• TASK DETAILS:
Retrieve every line of the data holding the word "from".

• RECORDS:
= = = =
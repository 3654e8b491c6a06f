import type { Device } from '../../../../shared/model/device.ts'
import { find, recordsOf, type JobDocument } from '../../../../shared/model/jobDocument.ts'
import type { Level, Plate, Rack, Room } from '../../../../shared/model/place.ts'
import type { StoreyKind } from './riserLayout.ts'
import { extentOf, platePoint, wallOf, type Side } from './wallSpot.ts'

/** Something in a room where runs come out: a plate, or a device that stands on its own. */
export interface Fixture {
  readonly key: string
  readonly plate: Plate | null
  readonly device: Device | null
  /** Across the room from west to east, 0 to 1. */
  readonly across: number
  /** Up the wall, 0 floor to 1 ceiling. */
  readonly up: number
  readonly side: Side | null
  readonly isOutside: boolean
}

export interface HouseRoom {
  readonly room: Room
  readonly isOutside: boolean
  readonly minX: number
  readonly maxX: number
  readonly centre: number
  readonly minY: number
  readonly maxY: number
  /** How far east it is drawn of where it is, mm. */
  readonly shift: number
  readonly fixtures: readonly Fixture[]
  readonly racks: readonly Rack[]
}

export interface Storey {
  readonly index: number
  readonly kind: StoreyKind
  /** The level it is drawn for first, then outside levels drawn beside it. */
  readonly levels: readonly Level[]
  readonly ceilingMm: number
  readonly rooms: readonly HouseRoom[]
}

/** What the section is made of: storeys from the lowest up, their rooms from west to east, and what hangs in them. */
export function readHouse(doc: JobDocument): Storey[] {
  const rooms = roomsByLevel(doc)
  const levels = recordsOf(doc, 'level').sort((a, b) => a.elevationMm - b.elevationMm || a.id.localeCompare(b.id))
  const inside = levels.filter((level) => level.use !== 'outside')
  const bands = inBands(inside.length ? inside : levels, rooms)
  if (!bands.some((band) => band.kind === 'full')) for (const band of bands) band.kind = 'full'
  for (const level of levels) if (!bands.some((band) => band.levels.includes(level))) nearest(bands, level).beside.push(level)
  return bands.map(({ kind, levels: own, beside }, index) => {
    const all = [...own, ...beside]
    const inAll = all.flatMap((each) => (rooms.get(each.id) ?? []).map((room) => (own.includes(each) ? room : { ...room, isOutside: true })))
    return {
      index,
      kind,
      levels: all,
      ceilingMm: Math.max(...own.map((level) => level.ceilingHeightMm)),
      rooms: inAll.sort((a, b) => a.centre - b.centre || a.room.code.localeCompare(b.room.code)),
    }
  })
}

interface Band {
  kind: StoreyKind
  readonly levels: Level[]
  readonly beside: Level[]
}

const nearlyLevel = 1500

/** Levels about as high as each other that do not lie over each other, such as a guest house, share a band. */
function inBands(levels: readonly Level[], rooms: Map<string, HouseRoom[]>): Band[] {
  const bands: Band[] = []
  for (const level of levels) {
    const own = rooms.get(level.id) ?? []
    const kind = kindOf(level, own)
    const band = bands.find((each) => kind === 'full' && each.kind === 'full' && each.levels[0]!.use === level.use && Math.abs(each.levels[0]!.elevationMm - level.elevationMm) < nearlyLevel && !lieOver(each.levels, own, rooms))
    if (!band) {
      bands.push({ kind, levels: [level], beside: [] })
      continue
    }
    rooms.set(level.id, setBeside(band.levels.flatMap((each) => rooms.get(each.id) ?? []), own))
    band.levels.push(level)
  }
  return bands
}

function lieOver(levels: readonly Level[], own: readonly HouseRoom[], rooms: ReadonlyMap<string, readonly HouseRoom[]>): boolean {
  const others = levels.flatMap((each) => rooms.get(each.id) ?? [])
  const slack = 300
  return !own.length || !others.length || own.some((room) => others.some((other) => room.minX < other.maxX - slack && other.minX < room.maxX - slack && room.minY < other.maxY - slack && other.minY < room.maxY - slack))
}

/** A building behind or before another is drawn beside it, on the side it lies to. */
function setBeside(others: readonly HouseRoom[], own: readonly HouseRoom[]): HouseRoom[] {
  const [west, east] = [Math.min(...others.map((room) => room.minX)), Math.max(...others.map((room) => room.maxX))]
  const [from, to] = [Math.min(...own.map((room) => room.minX)), Math.max(...own.map((room) => room.maxX))]
  if (from >= east - 300 || to <= west + 300) return [...own]
  const shift = (from + to) / 2 >= (west + east) / 2 ? east - from : west - to
  return own.map((room) => ({ ...room, minX: room.minX + shift, maxX: room.maxX + shift, centre: room.centre + shift, shift }))
}

/** An attic or crawl with a rack in it is drawn with bays like any other level. */
function kindOf(level: Level, rooms: readonly HouseRoom[]): StoreyKind {
  if (rooms.some((room) => room.racks.length)) return 'full'
  return level.use === 'attic' ? 'roof' : level.use === 'crawl' ? 'crawl' : 'full'
}

function nearest(bands: readonly Band[], level: Level): Band {
  const distance = (each: Band) => Math.abs(each.levels[0]!.elevationMm - level.elevationMm)
  return bands.filter((band) => band.kind === 'full').reduce((best, each) => (distance(each) < distance(best) ? each : best))
}

function roomsByLevel(doc: JobDocument): Map<string, HouseRoom[]> {
  const fixtures = new Map<string, Fixture[]>()
  const put = (roomId: string, fixture: Fixture) => fixtures.set(roomId, [...(fixtures.get(roomId) ?? []), fixture])
  for (const plate of doc.records.plate.values()) {
    const room = find(doc, 'room', plate.roomId)
    if (room) put(room.id, plateFixture(doc, plate, room))
  }
  for (const device of doc.records.device.values()) {
    const room = find(doc, 'room', device.roomId)
    if (room) put(room.id, deviceFixture(doc, device, room))
  }
  const byLevel = new Map<string, HouseRoom[]>()
  for (const room of doc.records.room.values()) {
    const { minX, maxX, minY, maxY } = extentOf(room)
    const own = (fixtures.get(room.id) ?? []).sort((a, b) => a.across - b.across || rank(a) - rank(b) || a.key.localeCompare(b.key))
    const racks = recordsOf(doc, 'rack').filter((rack) => rack.roomId === room.id).sort((a, b) => a.at.xMm - b.at.xMm || a.code.localeCompare(b.code))
    const entry = { room, minX, maxX, minY, maxY, shift: 0, centre: (minX + maxX) / 2, isOutside: isOutside(doc, room, own), fixtures: own, racks }
    byLevel.set(room.levelId, [...(byLevel.get(room.levelId) ?? []), entry])
  }
  return byLevel
}

const rank = (fixture: Fixture) => fixture.plate?.number ?? 1000

/** A room in the open: by its space class, or because all that hangs in it hangs outside. */
function isOutside(doc: JobDocument, room: Room, fixtures: readonly Fixture[]): boolean {
  const use = find(doc, 'level', room.levelId)?.use
  if (use === 'outside' || room.spaceClass === 'outdoor' || room.spaceClass === 'buried') return use !== 'attic' && use !== 'crawl'
  return use === 'living' && fixtures.length > 0 && fixtures.every((fixture) => fixture.plate?.mounting === 'outside')
}

const ceilingOf = (doc: JobDocument, room: Room) => room.ceilingHeightMm ?? find(doc, 'level', room.levelId)?.ceilingHeightMm ?? 2743

function plateFixture(doc: JobDocument, plate: Plate, room: Room): Fixture {
  const point = platePoint(plate, room)
  const side = plate.wall === null ? null : (wallOf(room, plate.wall)?.side ?? null)
  const up = plate.mounting === 'ceiling' ? 1 : plate.mounting === 'floor' ? 0 : plate.heightMm / ceilingOf(doc, room)
  const isOutside = plate.form === 'exterior-box' || plate.form === 'stub' || plate.mounting === 'outside'
  return { key: `plate:${plate.id}`, plate, device: null, across: share(room, point?.xMm), up: clamp01(up), side, isOutside }
}

function deviceFixture(doc: JobDocument, device: Device, room: Room): Fixture {
  const up = (device.heightMm ?? 1200) / ceilingOf(doc, room)
  return { key: `device:${device.id}`, plate: null, device, across: share(room, device.at?.xMm), up: clamp01(up), side: null, isOutside: false }
}

function share(room: Room, xMm: number | undefined): number {
  const { minX, maxX } = extentOf(room)
  return xMm === undefined || maxX === minX ? 0.5 : clamp01((xMm - minX) / (maxX - minX))
}
const clamp01 = (value: number) => Math.min(1, Math.max(0, value))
= = = =
• PROBLEM SOLUTION:
import type { Device } from '../../../../shared/model/device.ts'
import { find, recordsOf, type JobDocument } from '../../../../shared/model/jobDocument.ts'
import type { Level, Plate, Rack, Room } from '../../../../shared/model/place.ts'
import type { StoreyKind } from './riserLayout.ts'
import { extentOf, platePoint, wallOf, type Side } from './wallSpot.ts'
  /** Across the room from west to east, 0 to 1. */
/** What the section is made of: storeys from the lowest up, their rooms from west to east, and what hangs in them. */
  const [from, to] = [Math.min(...own.map((room) => room.minX)), Math.max(...own.map((room) => room.maxX))]
  if (from >= east - 300 || to <= west + 300) return [...own]
  const shift = (from + to) / 2 >= (west + east) / 2 ? east - from : west - to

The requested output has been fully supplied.